START Dataset content
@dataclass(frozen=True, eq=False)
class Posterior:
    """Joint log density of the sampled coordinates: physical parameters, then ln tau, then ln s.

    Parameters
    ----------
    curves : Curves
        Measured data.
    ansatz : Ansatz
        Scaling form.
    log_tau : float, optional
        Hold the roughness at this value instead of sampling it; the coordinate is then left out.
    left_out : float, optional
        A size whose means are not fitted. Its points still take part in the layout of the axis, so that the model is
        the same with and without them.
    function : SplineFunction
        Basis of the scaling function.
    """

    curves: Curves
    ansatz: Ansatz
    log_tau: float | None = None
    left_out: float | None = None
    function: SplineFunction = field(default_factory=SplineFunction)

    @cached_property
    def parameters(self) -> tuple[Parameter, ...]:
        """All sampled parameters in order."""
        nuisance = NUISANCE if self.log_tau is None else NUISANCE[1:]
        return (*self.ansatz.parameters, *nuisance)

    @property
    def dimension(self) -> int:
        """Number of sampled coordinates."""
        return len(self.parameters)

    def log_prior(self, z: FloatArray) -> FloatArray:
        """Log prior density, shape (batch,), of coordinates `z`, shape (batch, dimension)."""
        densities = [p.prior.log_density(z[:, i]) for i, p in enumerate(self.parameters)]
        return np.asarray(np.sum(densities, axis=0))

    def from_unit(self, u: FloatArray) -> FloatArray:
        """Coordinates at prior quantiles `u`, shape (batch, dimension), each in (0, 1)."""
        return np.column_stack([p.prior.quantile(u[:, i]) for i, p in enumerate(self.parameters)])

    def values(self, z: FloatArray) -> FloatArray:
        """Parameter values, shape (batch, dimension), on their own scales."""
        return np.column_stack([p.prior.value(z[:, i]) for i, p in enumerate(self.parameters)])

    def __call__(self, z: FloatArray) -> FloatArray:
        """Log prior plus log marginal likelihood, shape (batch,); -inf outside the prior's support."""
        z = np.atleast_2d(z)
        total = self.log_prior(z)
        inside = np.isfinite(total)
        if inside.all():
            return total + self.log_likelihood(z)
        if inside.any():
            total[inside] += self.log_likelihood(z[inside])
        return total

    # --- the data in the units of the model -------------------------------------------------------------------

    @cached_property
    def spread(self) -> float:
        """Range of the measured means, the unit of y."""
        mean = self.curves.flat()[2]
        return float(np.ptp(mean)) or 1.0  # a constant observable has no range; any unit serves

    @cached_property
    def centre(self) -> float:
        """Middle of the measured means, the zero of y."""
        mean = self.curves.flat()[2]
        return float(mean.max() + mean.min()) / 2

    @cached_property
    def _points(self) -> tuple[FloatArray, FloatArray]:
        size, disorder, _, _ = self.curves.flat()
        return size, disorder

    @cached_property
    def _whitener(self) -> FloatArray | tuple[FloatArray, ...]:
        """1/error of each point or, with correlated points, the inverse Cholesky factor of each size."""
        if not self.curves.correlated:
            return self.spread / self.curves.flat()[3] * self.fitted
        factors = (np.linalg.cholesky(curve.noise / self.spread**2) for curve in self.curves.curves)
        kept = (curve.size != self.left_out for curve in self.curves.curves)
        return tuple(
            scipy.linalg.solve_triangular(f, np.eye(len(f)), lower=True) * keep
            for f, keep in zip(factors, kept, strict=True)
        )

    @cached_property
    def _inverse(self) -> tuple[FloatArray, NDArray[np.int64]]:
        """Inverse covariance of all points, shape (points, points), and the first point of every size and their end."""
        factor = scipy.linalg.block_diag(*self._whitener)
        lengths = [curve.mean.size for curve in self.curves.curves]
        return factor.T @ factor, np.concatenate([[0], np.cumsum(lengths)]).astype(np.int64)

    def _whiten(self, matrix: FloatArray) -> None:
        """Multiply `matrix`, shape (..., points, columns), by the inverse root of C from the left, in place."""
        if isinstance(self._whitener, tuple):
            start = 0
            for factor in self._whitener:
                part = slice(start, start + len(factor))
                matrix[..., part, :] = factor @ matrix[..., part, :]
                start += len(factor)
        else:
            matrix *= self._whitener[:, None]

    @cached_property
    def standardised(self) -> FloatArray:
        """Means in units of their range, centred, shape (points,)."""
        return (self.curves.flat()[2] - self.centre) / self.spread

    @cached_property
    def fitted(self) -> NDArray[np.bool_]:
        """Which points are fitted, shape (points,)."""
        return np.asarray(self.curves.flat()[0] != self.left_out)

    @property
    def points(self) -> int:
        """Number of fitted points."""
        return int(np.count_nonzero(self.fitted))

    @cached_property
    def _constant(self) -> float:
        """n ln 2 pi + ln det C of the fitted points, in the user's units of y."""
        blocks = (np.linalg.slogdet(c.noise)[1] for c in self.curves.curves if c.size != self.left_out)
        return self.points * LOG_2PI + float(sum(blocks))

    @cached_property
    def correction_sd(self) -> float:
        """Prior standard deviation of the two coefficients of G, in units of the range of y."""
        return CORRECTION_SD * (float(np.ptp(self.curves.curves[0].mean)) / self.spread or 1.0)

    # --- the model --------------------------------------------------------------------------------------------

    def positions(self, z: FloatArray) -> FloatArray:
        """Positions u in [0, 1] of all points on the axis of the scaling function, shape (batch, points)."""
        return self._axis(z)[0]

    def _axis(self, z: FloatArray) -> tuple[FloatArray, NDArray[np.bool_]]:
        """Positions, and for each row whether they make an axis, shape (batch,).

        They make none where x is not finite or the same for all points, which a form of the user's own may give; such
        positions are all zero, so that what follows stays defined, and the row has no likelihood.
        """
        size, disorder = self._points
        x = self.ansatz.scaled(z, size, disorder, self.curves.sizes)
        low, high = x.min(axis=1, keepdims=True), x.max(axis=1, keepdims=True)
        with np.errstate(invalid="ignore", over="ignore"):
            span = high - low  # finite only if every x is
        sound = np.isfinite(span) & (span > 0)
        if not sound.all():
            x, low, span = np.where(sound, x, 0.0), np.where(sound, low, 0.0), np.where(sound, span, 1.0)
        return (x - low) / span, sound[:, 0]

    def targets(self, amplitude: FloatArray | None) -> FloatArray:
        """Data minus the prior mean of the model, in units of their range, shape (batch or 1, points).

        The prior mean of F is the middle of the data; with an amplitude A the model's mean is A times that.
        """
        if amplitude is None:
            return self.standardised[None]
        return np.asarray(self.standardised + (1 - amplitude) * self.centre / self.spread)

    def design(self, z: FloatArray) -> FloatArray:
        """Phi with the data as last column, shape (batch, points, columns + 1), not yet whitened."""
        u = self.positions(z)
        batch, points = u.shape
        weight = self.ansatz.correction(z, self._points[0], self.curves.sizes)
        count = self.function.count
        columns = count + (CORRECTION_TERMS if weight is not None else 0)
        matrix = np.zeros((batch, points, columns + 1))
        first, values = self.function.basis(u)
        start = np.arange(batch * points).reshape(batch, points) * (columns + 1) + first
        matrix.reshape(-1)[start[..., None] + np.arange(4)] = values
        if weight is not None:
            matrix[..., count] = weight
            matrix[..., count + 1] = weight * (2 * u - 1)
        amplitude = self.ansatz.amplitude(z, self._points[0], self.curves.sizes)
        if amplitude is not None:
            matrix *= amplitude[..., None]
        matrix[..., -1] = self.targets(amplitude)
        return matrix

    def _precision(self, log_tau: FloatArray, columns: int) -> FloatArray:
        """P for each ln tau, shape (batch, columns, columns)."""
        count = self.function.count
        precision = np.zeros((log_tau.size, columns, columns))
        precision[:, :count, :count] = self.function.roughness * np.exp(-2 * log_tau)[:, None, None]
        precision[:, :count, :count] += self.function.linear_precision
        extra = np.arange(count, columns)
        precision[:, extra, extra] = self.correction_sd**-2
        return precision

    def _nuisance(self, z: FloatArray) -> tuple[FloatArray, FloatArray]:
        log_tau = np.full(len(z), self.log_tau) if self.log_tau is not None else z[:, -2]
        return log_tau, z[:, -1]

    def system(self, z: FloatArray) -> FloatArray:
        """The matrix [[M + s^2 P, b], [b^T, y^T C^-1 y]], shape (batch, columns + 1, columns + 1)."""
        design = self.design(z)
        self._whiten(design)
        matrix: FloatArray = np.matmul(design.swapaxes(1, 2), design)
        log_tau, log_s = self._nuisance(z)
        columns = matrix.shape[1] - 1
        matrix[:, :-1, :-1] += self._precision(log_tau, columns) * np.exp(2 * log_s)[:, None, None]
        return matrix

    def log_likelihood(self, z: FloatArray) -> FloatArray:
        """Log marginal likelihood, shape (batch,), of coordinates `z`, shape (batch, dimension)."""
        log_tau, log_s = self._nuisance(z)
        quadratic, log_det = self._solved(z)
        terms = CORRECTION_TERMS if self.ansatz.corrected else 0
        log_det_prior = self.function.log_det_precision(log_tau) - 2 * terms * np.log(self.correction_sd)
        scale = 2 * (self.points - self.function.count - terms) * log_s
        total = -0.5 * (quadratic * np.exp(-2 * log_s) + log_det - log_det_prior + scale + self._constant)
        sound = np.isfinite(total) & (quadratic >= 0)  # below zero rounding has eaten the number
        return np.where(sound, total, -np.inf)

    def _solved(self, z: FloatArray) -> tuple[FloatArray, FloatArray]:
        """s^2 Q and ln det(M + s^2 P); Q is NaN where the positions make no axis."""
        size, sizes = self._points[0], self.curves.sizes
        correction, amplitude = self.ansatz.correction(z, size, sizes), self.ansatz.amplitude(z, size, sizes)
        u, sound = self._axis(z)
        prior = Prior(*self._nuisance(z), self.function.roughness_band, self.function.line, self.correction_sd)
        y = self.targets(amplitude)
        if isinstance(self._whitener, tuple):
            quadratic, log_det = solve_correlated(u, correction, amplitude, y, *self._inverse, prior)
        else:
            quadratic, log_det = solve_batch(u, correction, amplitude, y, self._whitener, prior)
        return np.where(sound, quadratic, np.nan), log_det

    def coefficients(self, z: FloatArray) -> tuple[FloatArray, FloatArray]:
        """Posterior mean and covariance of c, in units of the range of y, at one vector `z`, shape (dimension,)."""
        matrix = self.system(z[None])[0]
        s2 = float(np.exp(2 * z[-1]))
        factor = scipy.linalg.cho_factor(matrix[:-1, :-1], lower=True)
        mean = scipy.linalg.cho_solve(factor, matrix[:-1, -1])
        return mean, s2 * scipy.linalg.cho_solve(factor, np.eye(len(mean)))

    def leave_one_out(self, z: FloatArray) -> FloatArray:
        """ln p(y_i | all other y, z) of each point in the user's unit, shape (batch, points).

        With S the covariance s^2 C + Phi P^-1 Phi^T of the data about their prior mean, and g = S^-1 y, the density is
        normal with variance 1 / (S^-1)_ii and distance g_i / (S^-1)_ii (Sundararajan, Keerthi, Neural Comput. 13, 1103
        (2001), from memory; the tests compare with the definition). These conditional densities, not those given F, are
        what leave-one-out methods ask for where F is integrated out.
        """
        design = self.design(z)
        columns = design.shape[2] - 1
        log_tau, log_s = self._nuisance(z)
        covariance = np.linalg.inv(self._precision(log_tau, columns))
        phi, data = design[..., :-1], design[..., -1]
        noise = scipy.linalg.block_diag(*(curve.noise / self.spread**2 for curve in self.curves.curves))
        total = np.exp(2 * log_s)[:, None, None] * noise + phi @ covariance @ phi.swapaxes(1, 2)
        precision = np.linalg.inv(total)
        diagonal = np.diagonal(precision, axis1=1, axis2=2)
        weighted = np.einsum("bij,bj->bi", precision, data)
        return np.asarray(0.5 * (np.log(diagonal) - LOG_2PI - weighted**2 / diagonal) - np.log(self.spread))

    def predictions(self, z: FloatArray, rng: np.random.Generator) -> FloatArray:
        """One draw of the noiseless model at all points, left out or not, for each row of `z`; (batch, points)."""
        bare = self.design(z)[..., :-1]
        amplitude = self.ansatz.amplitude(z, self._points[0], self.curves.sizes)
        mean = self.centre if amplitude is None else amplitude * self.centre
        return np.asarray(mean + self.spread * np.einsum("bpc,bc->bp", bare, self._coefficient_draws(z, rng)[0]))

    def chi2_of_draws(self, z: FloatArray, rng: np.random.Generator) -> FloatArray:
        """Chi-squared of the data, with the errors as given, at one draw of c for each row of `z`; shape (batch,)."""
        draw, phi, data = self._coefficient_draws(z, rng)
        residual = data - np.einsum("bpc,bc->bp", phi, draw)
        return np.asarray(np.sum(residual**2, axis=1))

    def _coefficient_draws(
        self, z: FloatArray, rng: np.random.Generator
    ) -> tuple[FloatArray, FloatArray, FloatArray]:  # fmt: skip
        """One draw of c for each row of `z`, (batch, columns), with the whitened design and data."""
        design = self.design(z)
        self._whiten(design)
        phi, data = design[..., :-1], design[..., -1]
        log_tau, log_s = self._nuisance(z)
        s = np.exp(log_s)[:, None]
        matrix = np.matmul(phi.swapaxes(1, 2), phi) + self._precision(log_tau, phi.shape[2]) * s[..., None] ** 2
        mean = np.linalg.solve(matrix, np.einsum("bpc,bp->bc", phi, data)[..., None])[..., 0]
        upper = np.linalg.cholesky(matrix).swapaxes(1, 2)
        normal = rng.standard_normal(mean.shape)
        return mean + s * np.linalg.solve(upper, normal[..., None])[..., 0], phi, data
END Dataset content
What you have to do
Search the records for the string "optional" and, wherever a line contains it, please copy that line.

Task result
    log_tau : float, optional
    left_out : float, optional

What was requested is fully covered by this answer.